Mesmo escrever este post levou muito mais tempo do que deveria, pois passei um bocado de horas fazendo coisas como notar esta imagem  na minha área de trabalho por ter usado num post anterior, abri-la, olhar para o gorila por algum tempo, pensando sobre o quão facilmente ele poderia me vencer numa luta, depois me perguntando se ele poderia vencer um tigre numa luta, depois me perguntando quem venceria a luta entre um leão e um tigre, e depois googleando a respeito disso e lendo sobre o assunto por algum tempo (o tigre iria vencer). Sim, eu tenho problemas.
Para entender por que os procrastinadores procrastinam tanto, vamos começar entendendo o cérebro de um não-procrastinador:

Bastante normal, certo? Agora, vamos olhar para o cérebro de um procrastinador:

Percebeu algo diferente?
Parece que o Tomador de Decisões Racionais no cérebro do procrastinador está convivendo com um animal de estimação -o Macaco da Gratificação Instantânea.
Isso seria legal – fofinho, até – se o Tomador de Decisões Racionais soubesse alguma coisa sobre como lidar com um macaco. Mas, infelizmente, essa habilidade não fez parte de sua formação e ele fica completamente indefeso quando o macaco torna impossível o cumprimento de suas tarefas.

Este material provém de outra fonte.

"""Bradley–Terry reward models: the file, the held-out measures, and a scalar head on the tiny transformer.

A reward model scores a (prompt, response) pair with a real number r(x, y); under
Bradley–Terry the probability that y_w is preferred to y_l is
``sigmoid(r(x, y_w) - r(x, y_l))`` (Bradley & Terry, Rank analysis of incomplete
block designs, 1952). Only differences of r within a prompt are identified.

This module owns what every kind of reward model shares:

- the file: ``torch.save`` of a plain dict (loaded back with
  ``torch.load(weights_only=True)``) holding ``kind`` (``table``, ``transformer`` or ``local_lm``; the
  preference models of :mod:`polopt.methods.preference_model` share the file as ``preference_*``),
  the weights, and ``identity``, a dict describing the task and the model shape
  it was fitted for, so that a file for another task or shape is refused in one
  line (:func:`load_reward_model`);
- the held-out measures of a fitted model (:func:`pair_metrics`): pair accuracy
  and the expected calibration error;
- :class:`ScalarRewardModel`, the tiny causal transformer with a one-output head
  read at the last real token, and :func:`fit_scalar_reward`, its maximum-likelihood
  fit by Adam on token pairs. The finite-task table fit lives with the tasks
  (``toy_tasks/methods/reward_fit.py``).
"""

from __future__ import annotations

import io
from pathlib import Path

import numpy as np
import torch
import torch.nn.functional as F
from torch import nn

from polopt.models.logprobs import pack
from polopt.models.transformer import TinyTransformer

FORMAT = "polopt reward model"
VERSION = 1
KINDS = ("table", "transformer", "local_lm",  # local_lm: polopt.methods.lm_reward
         "preference_table", "preference_transformer", "preference_local_lm")  # polopt.methods.preference_model
CALIBRATION = ("expected calibration error over {bins} equal-width bins of the predicted probability that the "
               "model's favourite of a held-out pair wins, in [0.5, 1] (Naeini et al. 2015; Guo et al. 2017)")

Tensor = torch.Tensor


# ------------------------------------------------------------------ held-out measures


def pair_metrics(margin: np.ndarray, weight: np.ndarray | None = None, *, bins: int = 10) -> dict:
    """Held-out pair accuracy and expected calibration error of a reward model.

    ``margin[n] = r(x_n, y_w) - r(x_n, y_l)`` of each held-out labelled pair (N,),
    ``weight`` (N,) its weight (default 1). Accuracy: the weighted share of pairs with
    a positive margin, ties counted half. Calibration: the model's favourite of the
    pair wins with predicted probability ``c = sigmoid(|margin|)``;
    ``ECE = sum_b (W_b / W) |acc_b - conf_b|`` over ``bins`` equal-width bins of c on
    [0.5, 1] (Naeini et al., Obtaining well calibrated probabilities using Bayesian
    binning, 2015; Guo et al., On calibration of modern neural networks, 2017).
    """
    margin = np.asarray(margin, dtype=np.float64)
    weight = np.ones_like(margin) if weight is None else np.asarray(weight, dtype=np.float64)
    if margin.size == 0 or weight.sum() <= 0:
        return {"heldout_accuracy": None, "calibration_error": None}
    correct = np.where(margin > 0, 1.0, np.where(margin < 0, 0.0, 0.5))  # (N,) did the favourite win
    confidence = 1.0 / (1.0 + np.exp(-np.abs(margin)))  # (N,) in [0.5, 1]
    which = np.minimum(((confidence - 0.5) * 2 * bins).astype(int), bins - 1)  # (N,) bin index
    total = weight.sum()
    ece = 0.0
    for b in range(bins):
        w = weight[which == b]
        if w.sum() > 0:
            gap = abs(np.average(correct[which == b], weights=w) - np.average(confidence[which == b], weights=w))
            ece += w.sum() / total * gap
    return {"heldout_accuracy": float(np.average(correct, weights=weight)), "calibration_error": float(ece)}


def split_heldout(n: int, share: float, seed: int) -> tuple[np.ndarray, np.ndarray]:
    """Indices (fit, held out) of ``n`` pairs: a seeded permutation, ``round(share n)`` held out."""
    if not 0.0 <= share < 1.0:
        raise ValueError(f"reward.heldout (the share of pairs held out) must lie in [0, 1), got {share!r}")
    order = np.random.default_rng(seed).permutation(n)
    k = int(round(share * n))
    return np.sort(order[k:]), np.sort(order[:k])


# ------------------------------------------------------------------ the file


def save_reward_model(path: Path, kind: str, identity: dict, state: dict, **extra) -> Path:
    """Write a reward model atomically (temporary file, fsync, rename); see the module docstring."""
    from polopt.checkpoints.store import atomic_write

    if kind not in KINDS:
        raise ValueError(f"reward model kind must be one of {', '.join(KINDS)}, got {kind!r}")
    buffer = io.BytesIO()
    torch.save({"format": FORMAT, "version": VERSION, "kind": kind, "identity": identity, "state": state, **extra},
               buffer)
    path = Path(path)
    atomic_write(path, buffer.getvalue())
    return path


def load_reward_model(path, identity: dict, *, key: str = "method.reward", what: str = "reward model") -> dict:
    """Read a reward model file (weights only) and refuse one fitted for another task or model shape.

    ``identity``: what the caller's task and model are (the same keys the file was written
    with). A ValueError of one line names the file, the field that differs, both values,
    and what to do.
    """
    path = Path(path)
    redo = ("fit one for this task with polopt reward (the same task keys) and give its reward.pt"
            if what == "reward model" else
            "fit one for this task with polopt reward reward.kind=preference (the same task keys) and give its "
            "preference.pt")
    if not path.is_file():
        raise ValueError(f"{key}: {what} file {str(path)!r} does not exist; {redo}")
    try:
        data = torch.load(path, map_location="cpu", weights_only=True)
    except Exception as err:  # any unreadable or unsafe file: one line
        raise ValueError(f"{key}: {path} is not a readable {what} ({type(err).__name__}); {redo}") from err
    if not isinstance(data, dict) or data.get("format") != FORMAT:
        raise ValueError(f"{key}: {path} is not a polopt {what} (no '{FORMAT}' header); {redo}")
    if data.get("kind") not in KINDS:
        raise ValueError(f"{key}: {path} holds a {what} of unknown kind {data.get('kind')!r}; {redo}")
    theirs = data.get("identity", {})
    for field, mine in identity.items():
        if theirs.get(field) != mine:
            raise ValueError(f"{key}: {path} was fitted for {field} {theirs.get(field)!r}, but this run has "
                             f"{mine!r}; {redo}")
    return data


# ------------------------------------------------------------------ the scalar head on the tiny transformer


class ScalarRewardModel(nn.Module):
    """r(x, y): the tiny causal transformer over prompt and response, its one-output head read
    at the last real token (common practice for sequence reward models).

    ``forward(prompt (B, T_p), response (B, T_r)) -> (B,)`` on right-padded tokens.
    """

    def __init__(self, vocab_size: int, *, pad_id: int, context: int, width: int = 32, layers: int = 2,
                 heads: int = 2, seed: int = 0):
        super().__init__()
        self.pad_id = pad_id
        self.body = TinyTransformer(vocab_size, output_size=1, context=context, width=width, layers=layers,
                                    heads=heads, seed=seed)

    def forward(self, prompt: Tensor, response: Tensor) -> Tensor:
        tokens, mask = pack(prompt, response, pad_id=self.pad_id)  # (B, T), (B, T)
        last = (tokens != self.pad_id).sum(dim=1) - 1  # (B,) index of the last real token
        safe = torch.where(tokens == self.pad_id, 0, tokens)  # pad ids may lie outside the embedding
        scores = self.body(safe).squeeze(-1)  # (B, T)
        return scores.gather(1, last[:, None]).squeeze(1)  # (B,)


def bradley_terry_nll(margin: Tensor, weight: Tensor | None = None) -> Tensor:
    """Mean negative log-likelihood of labelled pairs, ``-log sigmoid(r_w - r_l)`` (Bradley & Terry 1952);
    logsigmoid keeps it finite for large negative margins. (B,) -> scalar."""
    nll = -F.logsigmoid(margin)  # (B,)
    return nll.mean() if weight is None else (weight * nll).sum() / weight.sum()


def fit_scalar_reward(model: ScalarRewardModel, prompt: Tensor, winner: Tensor, loser: Tensor, *,
                      steps: int, lr: float = 3e-3, batch_size: int | None = 256, l2: float = 0.0,
                      seed: int = 0) -> list[float]:
    """Maximum likelihood (L2 penalty ``l2/2 ||theta||^2`` per pair if given) by Adam on token pairs.

    ``prompt`` (N, T_p), ``winner`` and ``loser`` (N, T_r). Returns the loss per step.
    """
    def margin(index: Tensor) -> Tensor:
        both = model(prompt[index].repeat(2, 1), torch.cat([winner[index], loser[index]]))  # (2B,) one pass
        return both[: len(index)] - both[len(index):]  # (B,) r_w - r_l

    return adam_on_pairs(margin, model.parameters(), prompt.shape[0], steps=steps, lr=lr, batch_size=batch_size,
                         l2=l2, seed=seed)


def adam_on_pairs(margin, parameters, n: int, *, steps: int, lr: float, batch_size: int | None = 256,
                  l2: float = 0.0, seed: int = 0) -> list[float]:
    """Minimise ``-mean log sigmoid(margin(index))`` (+ ``l2/2 ||theta||^2``) by Adam over seeded minibatches
    of ``n`` labelled pairs; ``margin`` maps a (B,) index tensor to the (B,) logit that the winner wins (a
    reward difference, or a preference model's logit). Returns the loss per step."""
    parameters = list(parameters)
    optimiser = torch.optim.Adam(parameters, lr=lr)
    generator = torch.Generator().manual_seed(seed)
    history = []
    for _ in range(steps):
        index = torch.randperm(n, generator=generator)[: batch_size or n]  # (B,)
        loss = bradley_terry_nll(margin(index))
        if l2 > 0:
            loss = loss + 0.5 * l2 * sum((p**2).sum() for p in parameters)
        optimiser.zero_grad()
        loss.backward()
        optimiser.step()
        history.append(float(loss.detach()))
    return history


def score(model: ScalarRewardModel, prompt: Tensor, response: Tensor, *, batch: int = 1024) -> Tensor:
    """r(x, y) of many rows without gradient, in chunks: (N, T_p), (N, T_r) -> (N,)."""
    with torch.no_grad():
        return torch.cat([model(prompt[i:i + batch], response[i:i + batch]) for i in range(0, len(prompt), batch)])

 O fato é que o Macaco da Gratificação Instantânea é a última criatura que deve ser encarregada das decisões, pois ele  pensa no presente, ignorando as lições do passado e desprezando completamente o futuro, e só se preocupa em maximizar a tranquilidade e o prazer deste instante. Ele não compreende o Tomador de Decisões Racionais melhor do que o Tomador de Decisões Racionais o compreende. Porque temos de continuar a correr – ele se pergunta – se podemos parar (o que nos faria nos sentir melhor)? Porque temos que treinar com esse instrumento musical se isso não é divertido? Porque nós usamos um computador só para trabalhar quando a internet está bem ali, esperando para ser usada? Ele pensa que os humanos são loucos.
No mundo do macaco, ele tem tudo planejado – se você comer quando estiver com fome, dormir quando estiver cansado e não fizer nada de difícil, você é um macaco muito bem sucedido. O problema para o procrastinador é que ele vive num mundo de humanos, e isso faz do Macaco da Gratificação Instantânea um navegador altamente desqualificado. Enquanto isso, o Tomador de Decisões Racionais, treinado para tomar decisões racionais e não para lidar com disputa por controle, não sabe como se engajar numa luta de verdade – ele apenas se sente cada vez mais mal sobre si mesmo a medida em que falha e a medida em que é repreendido pelo sofrido procrastinador em cuja cabeça vive.
É uma bagunça. E com o macaco no comando, o procrastinador se vê passando um bocado de tempo num lugar chamado Playground das Trevas*.
O Playground das Trevas é um local que todo procrastinador conhece bem. É o lugar em que acontecem atividades de lazer quando as atividades de lazer não deveriam acontecer. A diversão que você tem no Playground das Trevas não é realmente divertida pois é completamente imerecida e a atmosfera é repleta de culpa, ansiedade, raiva de si mesmo e pavor. Às vezes o Tomador de Decisões Racionais bate o pé e se recusa a perder tempo fazendo atividades habituais de lazer, e uma vez que o Macaco da Gratificação Instantânea certamente não vai deixar você trabalhar, você se encontra num purgatório bizarro de atividades estranhas onde todo mundo perde. **

E o pobre Tomador de Decisões Racionais apenas suspira, tentando descobrir como deixou o ser humano que supostamente devia estar no comando acabar ali novamente.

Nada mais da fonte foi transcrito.